Aim of the task:
Repeat the entries exactly as they are written.

Stored items:
=== Section Start ===

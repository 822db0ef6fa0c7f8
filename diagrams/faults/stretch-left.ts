import type { Circuit } from '../document/circuit-schema'
import type { Node } from '../document/node-schema'
import { hasContact, portsOf } from '../document/ports'

/** A place as a stretch between two points. */
interface Stretch {
  site: string
  a: string
  b: string
}

/**
 * The two points between which all the places left lie, when they hang together and touch the rest of the circuit
 * at just two points; else null. Points as in the format, a module as its id.
 */
export function stretchLeft(circuit: Circuit, left: ReadonlySet<string>): [string, string] | null {
  let stretches = stretchesByCircuit.get(circuit)
  if (!stretches) stretchesByCircuit.set(circuit, (stretches = stretchesOf(circuit)))
  const inside = stretches.filter(({ site }) => left.has(site))
  if (inside.length < 2) return null
  const points = new Set(inside.flatMap(({ a, b }) => [a, b]))
  const spliced = circuit.nodes.filter((node) => left.has(`part:${node.id}`) && node.kind === 'splice')
  // A place that is no stretch, such as a module as a whole, lies nowhere between.
  const placed = new Set([...inside.map(({ site }) => site), ...spliced.map((node) => `part:${node.id}`)])
  if (placed.size < left.size || spliced.some((node) => !points.has(`${node.id}.s`))) return null
  if (!hangTogether(inside)) return null
  const rims = new Set<string>(points.has('chassis') ? ['chassis'] : [])
  for (const { site, a, b } of stretches)
    if (!left.has(site)) for (const point of [a, b]) if (points.has(point)) rims.add(point)
  const [one, other, ...more] = rims
  return one !== undefined && other !== undefined && more.length === 0 ? [one, other] : null
}

function hangTogether(stretches: readonly Stretch[]): boolean {
  // Union-find: each point leads to another of its piece, the last one to itself.
  const leader = new Map<string, string>()
  const pieceOf = (point: string): string => {
    let at = point
    for (let next = leader.get(at) ?? at; next !== at; next = leader.get(at) ?? at) at = next
    leader.set(point, at)
    return at
  }
  let pieces = 0
  for (const { a, b } of stretches) {
    for (const point of [a, b])
      if (!leader.has(point)) {
        leader.set(point, point)
        pieces++
      }
    const [one, other] = [pieceOf(a), pieceOf(b)]
    if (one === other) continue
    leader.set(one, other)
    pieces--
  }
  return pieces === 1
}

/** Asked with every reading, of a document that does not change. */
const stretchesByCircuit = new WeakMap<Circuit, Stretch[]>()

function stretchesOf(circuit: Circuit): Stretch[] {
  return [
    ...circuit.wires.map((wire) => ({ site: `wire:${wire.id}`, a: wire.from, b: wire.to })),
    ...circuit.nodes.flatMap((node) => [...contactStretches(node), ...partStretches(node)]),
  ]
}

function contactStretches(node: Node): Stretch[] {
  return portsOf(node)
    .filter((port) => hasContact(node, port))
    .map((port) => {
      const end = `${node.id}.${port.name}`
      return { site: `contact:${end}`, a: end, b: `${end}:part` }
    })
}

function partStretches(node: Node): Stretch[] {
  const ports = new Map(portsOf(node).map((port) => [port.name, port]))
  const at = (name: string) => {
    const port = ports.get(name)!
    return `${node.id}.${name}${hasContact(node, port) ? ':part' : ''}`
  }
  const between = (a: string, b: string, tail = '') => [
    { site: `part:${node.id}${tail}`, a: at(a), b: at(b) },
  ]
  switch (node.kind) {
    case 'cavity':
      return [{ site: `contact:${node.id}`, a: at('a'), b: at('b') }]
    case 'fuse':
      return between('in', 'out')
    case 'load':
    case 'resistor':
      return between('a', 'b')
    case 'diode':
      return between('anode', 'cathode')
    case 'battery':
      return between('pos', 'neg')
    case 'ground':
      return [{ site: `part:${node.id}`, a: at('in'), b: 'chassis' }]
    case 'feed':
      return [{ site: `part:${node.id}`, a: 'chassis', b: at('out') }]
    case 'switch':
      return node.contacts.flatMap((contact) => between(contact.a, contact.b, `.${contact.id}`))
    case 'relay':
      return [
        ...between('85', '86', '.coil'),
        ...between('30', '87', '.contact'),
        ...between('30', '87a', '.contact'),
      ]
    case 'module':
      return node.pins
        .filter((pin) => pin.circuit.type !== 'none')
        .map((pin) => ({ site: `pin:${node.id}.${pin.pin}`, a: at(pin.pin), b: node.id }))
    case 'splice':
    case 'dlc':
      return []
  }
}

=== Section End ===

Response to this task:
repository 822db0ef6fa0c7f8
filename diagrams/faults/stretch-left.ts
import type { Circuit } from '../document/circuit-schema'
import type { Node } from '../document/node-schema'
import { hasContact, portsOf } from '../document/ports'

/** A place as a stretch between two points. */
interface Stretch {
  site: string
  a: string
  b: string
}

/**
 * The two points between which all the places left lie, when they hang together and touch the rest of the circuit
 * at just two points; else null. Points as in the format, a module as its id.
 */
export function stretchLeft(circuit: Circuit, left: ReadonlySet<string>): [string, string] | null {
  let stretches = stretchesByCircuit.get(circuit)
  if (!stretches) stretchesByCircuit.set(circuit, (stretches = stretchesOf(circuit)))
  const inside = stretches.filter(({ site }) => left.has(site))
  if (inside.length < 2) return null
  const points = new Set(inside.flatMap(({ a, b }) => [a, b]))
  const spliced = circuit.nodes.filter((node) => left.has(`part:${node.id}`) && node.kind === 'splice')
  // A place that is no stretch, such as a module as a whole, lies nowhere between.
  const placed = new Set([...inside.map(({ site }) => site), ...spliced.map((node) => `part:${node.id}`)])
  if (placed.size < left.size || spliced.some((node) => !points.has(`${node.id}.s`))) return null
  if (!hangTogether(inside)) return null
  const rims = new Set<string>(points.has('chassis') ? ['chassis'] : [])
  for (const { site, a, b } of stretches)
    if (!left.has(site)) for (const point of [a, b]) if (points.has(point)) rims.add(point)
  const [one, other, ...more] = rims
  return one !== undefined && other !== undefined && more.length === 0 ? [one, other] : null
}

function hangTogether(stretches: readonly Stretch[]): boolean {
  // Union-find: each point leads to another of its piece, the last one to itself.
  const leader = new Map<string, string>()
  const pieceOf = (point: string): string => {
    let at = point
    for (let next = leader.get(at) ?? at; next !== at; next = leader.get(at) ?? at) at = next
    leader.set(point, at)
    return at
  }
  let pieces = 0
  for (const { a, b } of stretches) {
    for (const point of [a, b])
      if (!leader.has(point)) {
        leader.set(point, point)
        pieces++
      }
    const [one, other] = [pieceOf(a), pieceOf(b)]
    if (one === other) continue
    leader.set(one, other)
    pieces--
  }
  return pieces === 1
}

/** Asked with every reading, of a document that does not change. */
const stretchesByCircuit = new WeakMap<Circuit, Stretch[]>()

function stretchesOf(circuit: Circuit): Stretch[] {
  return [
    ...circuit.wires.map((wire) => ({ site: `wire:${wire.id}`, a: wire.from, b: wire.to })),
    ...circuit.nodes.flatMap((node) => [...contactStretches(node), ...partStretches(node)]),
  ]
}

function contactStretches(node: Node): Stretch[] {
  return portsOf(node)
    .filter((port) => hasContact(node, port))
    .map((port) => {
      const end = `${node.id}.${port.name}`
      return { site: `contact:${end}`, a: end, b: `${end}:part` }
    })
}

function partStretches(node: Node): Stretch[] {
  const ports = new Map(portsOf(node).map((port) => [port.name, port]))
  const at = (name: string) => {
    const port = ports.get(name)!
    return `${node.id}.${name}${hasContact(node, port) ? ':part' : ''}`
  }
  const between = (a: string, b: string, tail = '') => [
    { site: `part:${node.id}${tail}`, a: at(a), b: at(b) },
  ]
  switch (node.kind) {
    case 'cavity':
      return [{ site: `contact:${node.id}`, a: at('a'), b: at('b') }]
    case 'fuse':
      return between('in', 'out')
    case 'load':
    case 'resistor':
      return between('a', 'b')
    case 'diode':
      return between('anode', 'cathode')
    case 'battery':
      return between('pos', 'neg')
    case 'ground':
      return [{ site: `part:${node.id}`, a: at('in'), b: 'chassis' }]
    case 'feed':
      return [{ site: `part:${node.id}`, a: 'chassis', b: at('out') }]
    case 'switch':
      return node.contacts.flatMap((contact) => between(contact.a, contact.b, `.${contact.id}`))
    case 'relay':
      return [
        ...between('85', '86', '.coil'),
        ...between('30', '87', '.contact'),
        ...between('30', '87a', '.contact'),
      ]
    case 'module':
      return node.pins
        .filter((pin) => pin.circuit.type !== 'none')
        .map((pin) => ({ site: `pin:${node.id}.${pin.pin}`, a: at(pin.pin), b: node.id }))
    case 'splice':
    case 'dlc':
      return []
  }
}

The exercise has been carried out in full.